Aretha duduk di sebelah kanan sang ayah dan ibunya di sebelah kiri.
“Lo,
Aretha kamu kok belum tidur? Ini sudah hampir jam sebelas malam. Kamu enggak
sekolah?” tanya sang ayah sambil memperhatikan jam dinding.
“Iya
Ayah. Etha sedang belajar untuk ujian UTS minggu depan.

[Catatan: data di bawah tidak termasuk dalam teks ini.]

//! Handles: what must live between calls. The first word of each tells the kind and the ABI, and is cleared when it is
//! freed, so that a foreign or stale pointer is met with a status as far as can be told.

use std::sync::atomic::{AtomicU64, Ordering};

use crate::status::{Code, Failure};

/// A value behind an opaque pointer.
#[repr(C)]
pub(super) struct Handle<T> {
    magic: AtomicU64,
    value: T,
}

/// A kind of handle: its mark, distinct for each.
pub(super) trait Kind {
    const MAGIC: u64;
}

/// "bmom", the ABI version and a number of the kind.
pub(super) const fn magic(kind: u64) -> u64 {
    0x626D_6F6D_0001_0000 | kind
}

/// A new handle for C.
pub(super) fn leak<T: Kind>(value: T) -> *mut Handle<T> {
    Box::into_raw(Box::new(Handle { magic: AtomicU64::new(T::MAGIC), value }))
}

/// The value behind a handle.
///
/// # Errors
/// `NullPointer`; `BadHandle` for what is not, or no longer, such a handle.
///
/// # Safety
/// The pointer is NULL or leads to at least eight readable bytes; a live handle is not freed during the call.
pub(super) unsafe fn borrow<'a, T: Kind>(handle: *const Handle<T>) -> Result<&'a T, Failure> {
    if handle.is_null() {
        return Err(Failure::new(Code::NullPointer));
    }
    if !handle.is_aligned() {
        return Err(Failure::new(Code::BadHandle));
    }
    // SAFETY: not NULL and aligned; readable by the caller's promise. The value is touched only where the mark is right.
    unsafe {
        if (*handle).magic.load(Ordering::Acquire) != T::MAGIC {
            return Err(Failure::new(Code::BadHandle));
        }
        Ok(&(*handle).value)
    }
}

/// Frees a handle; NULL and what is no such handle are left alone.
///
/// # Safety
/// As `borrow`, and no other thread uses the handle.
pub(super) unsafe fn free<T: Kind>(handle: *mut Handle<T>) {
    if handle.is_null() || !handle.is_aligned() {
        return;
    }
    // SAFETY: as in `borrow`; the exchange lets only one call free it.
    unsafe {
        if (*handle).magic.compare_exchange(T::MAGIC, 0, Ordering::AcqRel, Ordering::Acquire).is_ok() {
            drop(Box::from_raw(handle));
        }
    }
}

Lagi pula besok ‘kan
libur,” jawab Aretha, semangat.
“Meskipun
besok libur, kamu harus tidur cepat, Etha. Kita sudah sepakat soal disiplin
waktu di rumah ini ‘kan?” Aretha mengangguk pelan. Kepalanya menunduk dengan
roman wajah tertekuk. Perempuan itu kelihatan sedih karena melanggar aturan
yang telah disepakati keluarga mereka.
Melihat
ekspresi putri kecilnya begitu menyesali perbuatannya, sang ayah mulai membujuk
putrinya, “Kali ini, Ayah maafkan perbuatanmu tapi kalau kamu melakukannya
sekali lagi, sebagai hukumannya, Ayah akan memotong uang jajanmu. Paham?”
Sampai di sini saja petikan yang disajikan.